In terms of publications, Poetry Ireland Review has undergone a radical design overhaul some years ago and with the independent support of the organisation and has seen its 100th issue since its foundation in 1981. That record coupled with its previous incarnations going back to the inaugural issue in 1948 and the establishment of the then, Poetry Ireland (the journal) edited by David Marcus make it one of the oldest poetry journals in Europe.
Our website is regarded as the de facto events literary listings website in the country but site does much more than that and is full of additional resources from 'getting published' through to offering advice to emerging poets and established poets and has discussion fora, twitter, etc.
Lastly our readings program is greatly enlarged and now encompasses more than 120 funded readings annually and in additional Poetry Ireland runs the 'Introductions' series which offers a showcase for emerging writers and All Ireland Poetry Day which programmes readings in every county in Ireland on the first Thursday in October.

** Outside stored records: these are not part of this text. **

def plot_power_and_assurance(
    ds: Any,
    ax: Axes | None = None,
    *,
    answers: Sequence[SampleSizeAnswer] | None = (),
) -> Axes:
    """Draw classical power and assurance against the total number of patients.

    Also drawn: conditional assurance (when the design has a relevant effect), a band of
    two Monte Carlo standard errors around assurance (when sigma has a prior), and the
    ceiling that assurance cannot pass, as a dashed line labelled with its value. Labels
    are placed where they cover no curve, marker or other label (a label that fits nowhere
    becomes a numbered footnote under the axes); for a time-to-event design a second axis on
    top gives the expected number of events.

    Parameters
    ----------
    ds
        The dataset from :func:`assurance.evaluate`.
    ax
        Axes to draw into. Without one, a new figure is made on the off-screen canvas.
    answers
        Solved sample sizes (:class:`~assurance.SampleSizeAnswer`) to mark; those not
        reached, or outside the range of ``ds``, are left out. Each target is drawn as a
        dotted line, labelled from the left (the ceiling's label is placed from the right).

    Returns
    -------
    matplotlib.axes.Axes
        The axes drawn into.

    Examples
    --------
    >>> import assurance as asr
    >>> from assurance.report import plot_power_and_assurance
    >>> design = asr.TrialDesign(asr.ContinuousEndpoint(sigma=10.0), asr.Normal(4.0, 2.5))
    >>> ds = asr.evaluate(design, range(20, 401, 20))
    >>> answer = asr.solve_sample_size(design, 0.5)
    >>> ax = plot_power_and_assurance(ds, answers=[answer])
    >>> [float(v) for v in ax.get_ylim()]
    [0.0, 1.0]
    """
    _check_dataset(ds, "plot_power_and_assurance")
    own = ax is None
    ax = _axes(ax)
    _style(ax)
    info = _design_dict(ds)
    n = np.asarray(ds["n"].values, dtype=float)
    power_label = "classical power at the " + _assumed_words(info)

    # markers show which sizes were computed where there are few of them (a line of one or
    # two points needs them; between a dozen sizes the straight segments are only a guide,
    # and response-rate power is not even monotone in n)
    dot = "o" if n.size <= 12 else None
    size = 6.0 if n.size < 4 else 3.5
    ax.plot(n, ds["power"].values, color=_BLUE, linewidth=2.0, marker=dot, markersize=size,
            label=power_label)
    ax.plot(n, ds["assurance"].values, color=_VERMILLION, linewidth=2.4, marker=dot,
            markersize=size, label="assurance (averaged over the design prior)")
    if "assurance_mcse" in ds:
        _band(ax, n, ds["assurance"].values, ds["assurance_mcse"].values, _VERMILLION,
              "assurance \u00b1 2 Monte Carlo standard errors")
    if "conditional_assurance" in ds:
        relevant = info.get("relevant_effect")
        lower = info.get("endpoint", {}).get("better") == "lower"
        sign_text = "\u2264" if lower else "\u2265"
        given = (f"an effect {sign_text} {relevant:g}"
                 if isinstance(relevant, int | float) else "a relevant effect")
        ax.plot(n, ds["conditional_assurance"].values, color=_GREEN, linewidth=1.9,
                linestyle=(0, (6, 2, 1.5, 2)), label=f"conditional assurance (given {given})")
        if "conditional_assurance_mcse" in ds:
            _band(ax, n, ds["conditional_assurance"].values,
                  ds["conditional_assurance_mcse"].values, _GREEN, None)

    ceiling = float(ds["ceiling"])
    ax.axhline(ceiling, color=_BLACK, linewidth=1.3, linestyle=(0, (5, 3)), zorder=2,
               label=f"ceiling of assurance ({ceiling:.3f})")

    from ._label_placement import Label, along, around, place_labels

    lines = [Label(f"ceiling {ceiling:.3f}", (1.0, ceiling), along("right"),
                   ax.get_yaxis_transform(), {"fontsize": 9, "color": _BLACK,
                                              "bbox": _TEXT_BOX}, leader_from=1e9,
                   footnote=False)]  # the legend gives the ceiling's value too
    # targets: a dotted grey line each, labelled from the left end (the ceiling's label
    # starts from the right end, so a target at the ceiling's height stays readable)
    targets: dict[float, list[str]] = {}
    for answer in answers or ():
        if answer.target is not None and 0.0 < float(answer.target) < 1.0:
            name = _QUANTITY_NAME.get(answer.quantity, answer.quantity)
            if not answer.reached:
                name += " not reached"
            targets.setdefault(round(float(answer.target), 6), []).append(name)
    for k, (value, names) in enumerate(sorted(targets.items())):
        ax.axhline(value, color="#595959", linewidth=1.0, linestyle=(0, (1, 2.5)), zorder=2,
                   label="target (dotted)" if k == 0 else None)
        lines.append(Label(f"target {value:g} ({', '.join(names)})", (0.0, value),
                            along("left"), ax.get_yaxis_transform(),
                            {"fontsize": 8.5, "color": "#333333", "bbox": _TEXT_BOX},
                            leader_from=1e9))

    lo, hi = float(n.min()), float(n.max())
    labels = []  # the solved sizes' labels first: they must stay near their markers
    shown = sorted((a for a in answers or () if a.reached and a.n_total is not None
                    and a.achieved is not None and lo <= a.n_total <= hi),
                   key=lambda a: a.n_total)
    groups: list[list[Any]] = []  # sizes almost at the same point share one label
    for answer in shown:
        last = groups[-1][-1] if groups else None
        if last is not None and answer.n_total - last.n_total <= 0.04 * (hi - lo) and \
                abs(answer.achieved - last.achieved) <= 0.03:
            groups[-1].append(answer)
        else:
            groups.append([answer])
    for group in groups:
        for answer in group:
            colour = _QUANTITY_COLOUR.get(answer.quantity, _GREY)
            ax.vlines(answer.n_total, 0, answer.achieved, color=colour, linewidth=1.0,
                      linestyle=":", zorder=3)
            ax.plot([answer.n_total], [answer.achieved], marker="o", markersize=7,
                    markerfacecolor=colour, markeredgecolor=_BLACK, zorder=5,
                    linestyle="none")
        text = "\n".join(f"n = {a.n_total} "
                         f"({_QUANTITY_NAME.get(a.quantity, a.quantity)} {a.target:g})"
                         for a in group)
        if len(group) == 1:
            text = text.replace(" (", "\n(", 1)
        first = group[0]
        labels.append(Label(text, (first.n_total, first.achieved), around(),
                            style={"fontsize": 8.5, "bbox": _TEXT_BOX},
                            note="; ".join(" ".join(line.split())
                                           for line in text.split("\n")) if len(group) > 1
                            else None))

    ax.set_ylim(0.0, 1.0)
    _size_axis(ax, ds, lo, hi)
    ax.set_ylabel("Chance of success (probability)", fontsize=10.5, parse_math=False)
    title = ds.attrs.get("title", "")
    ax.set_title(_title(title, "chance of success by sample size"), fontsize=11.5, loc="left",
                 parse_math=False)
    _place_legend(ax, own)
    place_labels(ax, labels + lines)
    return ax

You'd have thought there would be a spare, empty bankrupt business building available for you somewhere! For all the poets reading this who are working towards a collection, what advice would you give?

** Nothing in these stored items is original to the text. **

export const paymentKeys = {
  all: ['payments'] as const,
  settings: () => ['payments', 'settings'] as const,
  checkout: (sessionId: string) => ['payments', 'checkout', sessionId] as const,
};
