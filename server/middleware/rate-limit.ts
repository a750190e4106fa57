import type { Request } from 'express';
import { ipKeyGenerator, rateLimit } from 'express-rate-limit';
import type { RateLimitConfig } from '../config';
import { HttpError } from '../lib/http-error';

function ipOf(req: Request): string {
  return ipKeyGenerator(req.ip ?? 'unknown');
}

function accountOf(req: Request): string {
  const email: unknown = (req.body as { email?: unknown } | undefined)?.email;
  return typeof email === 'string' && email.trim() ? `account:${email.trim().toLowerCase()}` : `ip:${ipOf(req)}`;
}

/**
 * Counts failed sign-ins only (successful ones are not throttled), per IP and per account.
 * Over the limit: 429 with Retry-After, in the usual error envelope.
 */
export function signInLimiters(config: RateLimitConfig) {
  const make = (limit: number, keyGenerator: (req: Request) => string, what: string) =>
    rateLimit({
      windowMs: config.windowMs,
      limit,
      keyGenerator,
      skipSuccessfulRequests: true,
      standardHeaders: 'draft-7',
      legacyHeaders: false,
      handler: (_req, res, next) => {
        const retryAfter = Number(res.getHeader('Retry-After')) || Math.ceil(config.windowMs / 1000);
        const minutes = Math.max(1, Math.ceil(retryAfter / 60));
        next(
          new HttpError(
            429,
            'TOO_MANY_ATTEMPTS',
            `Too many failed sign-ins ${what}. Wait ${minutes} minute${minutes === 1 ? '' : 's'} and try again, or reset your password.`,
          ),
        );
      },
    });
  return [make(config.perIp, ipOf, 'from this network'), make(config.perAccount, accountOf, 'for this account')];
}
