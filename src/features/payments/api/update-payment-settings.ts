import { useMutation, useQueryClient } from '@tanstack/react-query';
import type { PaymentSettingsView, UpdatePaymentSettingsBody } from '@shared/schemas/payments';
import { api } from '@/lib/api-client';
import { paymentKeys } from './keys';

export function useUpdatePaymentSettings() {
  const queryClient = useQueryClient();
  return useMutation({
    mutationFn: (body: UpdatePaymentSettingsBody) => api.put<PaymentSettingsView>('/api/payments/settings', body),
    onSuccess: (saved) => queryClient.setQueryData(paymentKeys.settings(), saved),
  });
}
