const booleanQuery = z
  .enum(['true', 'false', '1', '0'], { error: 'low is true or false.' })
  .transform((v) => v === 'true' || v === '1');

export const binListQuerySchema = z.object({
  q: z.string().trim().max(80).optional(),
  kind: z.enum(BIN_KINDS, { error: `kind is one of ${BIN_KINDS.join(', ')}.` }).optional(),
  low: booleanQuery.optional(),
  diameter32: z.coerce.number().int().min(1).max(16).optional(),
  grip16: z.coerce.number().int().min(1).max(16).optional(),
  material: z.string().trim().max(40).optional(),
  location: z.string().trim().max(80).optional(),
  page: z.coerce.number().int().min(1).default(1),
  pageSize: z.coerce.number().int().min(1).max(500).default(200),
});
export type BinListQuery = z.infer<typeof binListQuerySchema>;

// ---- Movements (requests) ----

export const drawBodySchema = z
  .object({
    quantity: quantityField('draw'),
    assemblyId: z.number().int().positive().nullable().optional(),
    note: noteField.optional(),
  })
  .strict();
export type DrawBody = z.infer<typeof drawBodySchema>;

export const returnUnusedBodySchema = drawBodySchema.extend({ quantity: quantityField('return') });
export type ReturnUnusedBody = z.infer<typeof returnUnusedBodySchema>;

export const receiveBodySchema = z
  .object({
    quantity: quantityField('receive'),
    unitCost: unitCostField.optional(),
    note: noteField.optional(),
    /** A packing slip uploaded first to POST /api/bins/slips. */
    slipId: z.number().int().positive().optional(),
  })
  .strict();
export type ReceiveBody = z.infer<typeof receiveBodySchema>;

export const countBodySchema = z
  .object({
    counted: z
      .number({ error: 'Enter how many you counted.' })
      .int({ error: 'Enter a whole number counted.' })
      .min(0, { error: 'A count cannot be below 0.' })
      .max(10_000_000),
    note: noteField.optional(),
  })
  .strict();
export type CountBody = z.infer<typeof countBodySchema>;

export const moveBodySchema = z
  .object({ to: binCodeField, quantity: quantityField('move'), note: noteField.optional() })
  .strict();
export type MoveBody = z.infer<typeof moveBodySchema>;

export const writeOffBodySchema = z
  .object({ quantity: quantityField('write off'), note: requiredNote('Say why the stock is written off (damaged, lost, out of date).') })
  .strict();
export type WriteOffBody = z.infer<typeof writeOffBodySchema>;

My advice would be to take your time, you've all the time in the world to get it right, if it's wrong or you're not happy with it, it's in print and on record. Get as many of the individual poems published in a variety of outlets to the point that you are making a selection from published poems in order to make the book. We get lots of queries in the office from people who want to publish a first book but who often haven't published a poem which seems the sensible place to start.

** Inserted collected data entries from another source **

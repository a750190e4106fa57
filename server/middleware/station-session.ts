import type { NextFunction, Request, Response } from 'express';
import { STATION_TOKEN_HEADER } from '@shared/schemas/stations';
import { stationMayRequest } from '../features/stations/station-scope';
import { checkStationSession } from '../features/stations/stations.service';
import { HttpError } from '../lib/http-error';
import { endSession } from '../lib/session-helpers';
import { SESSION_COOKIE } from './session';

/** The countdown's own poll reads the session without keeping it alive. */
const isCountdownPoll = (req: Request) => req.method === 'GET' && req.path === '/station/session';

/**
 * Scopes a station session (normal sessions pass untouched): every request must carry the station's
 * own token, the session ends after STATION_IDLE_SECONDS without a request, and only the station's
 * allow-list is answered (403 STATION_SCOPE otherwise). Sets `req.ctx.station` for the services.
 * Mounted on the API router after the session and the signed-in person are loaded.
 */
export function stationSession(req: Request, res: Response, next: NextFunction) {
  const { stationId, stationActiveAt } = req.session ?? {};
  if (stationId === undefined) return next();
  const check = checkStationSession(req.ctx, { stationId, activeAt: stationActiveAt ?? 0 }, req.get(STATION_TOKEN_HEADER));
  if (!check.ok) {
    endSession(req).then(() => {
      res.clearCookie(SESSION_COOKIE, { path: '/' });
      next(check.error);
    }, next);
    return;
  }
  if (!stationMayRequest(req.method, req.path)) {
    return next(new HttpError(403, 'STATION_SCOPE', 'A station can open tools and bins, check out, return, hold, draw and return unused; do the rest on your own device.'));
  }
  if (!isCountdownPoll(req)) req.session.stationActiveAt = req.ctx.now().getTime();
  req.ctx = { ...req.ctx, station: { id: check.station.id, name: check.station.name } };
  next();
}
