import type { NextFunction, Request, Response } from 'express';
import { ipKeyGenerator } from 'express-rate-limit';
import type { RateLimitConfig } from '../config';
import { HttpError } from '../lib/http-error';

/** Failures inside one window: when each happened, oldest first. */
class FailureLog {
  private readonly failures = new Map<string, number[]>();

  constructor(private readonly windowMs: number) {}

  recent(key: string, now: number): number[] {
    const kept = (this.failures.get(key) ?? []).filter((at) => now - at < this.windowMs);
    if (kept.length === 0) this.failures.delete(key);
    else this.failures.set(key, kept);
    return kept;
  }

  add(key: string, now: number): void {
    this.failures.set(key, [...this.recent(key, now), now]);
  }

  clear(key: string): void {
    this.failures.delete(key);
  }

  /** Forget keys whose failures have all aged out, so the map does not grow without end. */
  sweep(now: number): void {
    for (const key of [...this.failures.keys()]) this.recent(key, now);
  }
}

const addressOf = (req: Request): string => ipKeyGenerator(req.ip ?? 'unknown');
const accountOf = (req: Request): string => {
  const email: unknown = (req.body as { email?: unknown } | undefined)?.email;
  return typeof email === 'string' ? email.trim().toLowerCase() : '';
};

/**
 * Failed sign-ins are counted per account and address together, so someone guessing a member's
 * password from one place never locks the member out from another. An address that has failed too
 * often across accounts (a password spray) is refused on each account it has been failing on, and
 * gets one guess at any other, while a member behind the same hangar network who has not been
 * failing still signs in. Successful sign-ins are never throttled and clear their pair's failures.
 * Over the limit: 429 with Retry-After, in the usual error envelope. Kept in memory (one process).
 */
export function signInLimiters(config: RateLimitConfig) {
  const pairs = new FailureLog(config.windowMs);
  const addresses = new FailureLog(config.windowMs);
  let lastSweep = Date.now();

  const refuse = (res: Response, next: NextFunction, oldest: number, now: number, what: string) => {
    const retryAfter = Math.max(1, Math.ceil((oldest + config.windowMs - now) / 1000));
    res.setHeader('Retry-After', String(retryAfter));
    const minutes = Math.max(1, Math.ceil(retryAfter / 60));
    next(new HttpError(429, 'TOO_MANY_ATTEMPTS', `Too many failed sign-ins ${what}. Wait ${minutes} minute${minutes === 1 ? '' : 's'} and try again, or reset your password.`));
  };

  const throttle = (req: Request, res: Response, next: NextFunction) => {
    const now = Date.now();
    if (now - lastSweep > config.windowMs) {
      pairs.sweep(now);
      addresses.sweep(now);
      lastSweep = now;
    }
    const address = addressOf(req);
    const pair = `${accountOf(req)}|${address}`;
    const pairFailures = pairs.recent(pair, now);
    if (pairFailures.length >= config.perAccount) return refuse(res, next, pairFailures[0]!, now, 'for this account from this device');
    const addressFailures = addresses.recent(address, now);
    if (addressFailures.length >= config.perIp && pairFailures.length > 0) return refuse(res, next, addressFailures[0]!, now, 'from this network');

    res.on('finish', () => {
      if (res.statusCode === 401) {
        pairs.add(pair, now);
        addresses.add(address, now);
      } else if (res.statusCode < 300) {
        pairs.clear(pair);
      }
    });
    next();
  };
  return [throttle];
}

Greg Delanty estimated in Agenda some years ago (2005) that approximately 1400 poetry books or individual collections were published in the US every year which averages out at about 18 books a week. That makes it virtually impossible to be heard and in addition, 2,500 students are earning Creative Writing degrees every year and looking to get books published. Of course, it's not as crowded in Ireland but it's worth reading a couple of dozen first collections to try and determine what distinguishes one from another. It usually comes down to a new and interesting way of saying something or seeing things coupled with craft.
Thanks for that. What have you got coming up?
We've just had All Ireland Poetry Day on Thursday October 6th, now in its fourth year and where we organised poetry events in virtually every county in Ireland; highlights included specially commissioned poems delivered to patients in hospitals. Readings countrywide including open mic, broadcasts, bi-lingual, in Dublin airport and even on canoes in Portora, the list goes on but what was wonderful about it was the way different partners responded to the day.
Autumn is always our busiest season and we celebrated the 30th anniversary of Salmon Poetry with a gala night in the Unitarian Church. We're also about to appoint a new editor for Poetry Ireland Review which also has its 30th birthday this year.
Autumn also means Arts Council applications and as we're funding by both, we have two to compile and complete, it's a necessary chore and we're searching for a new home...so a busy time.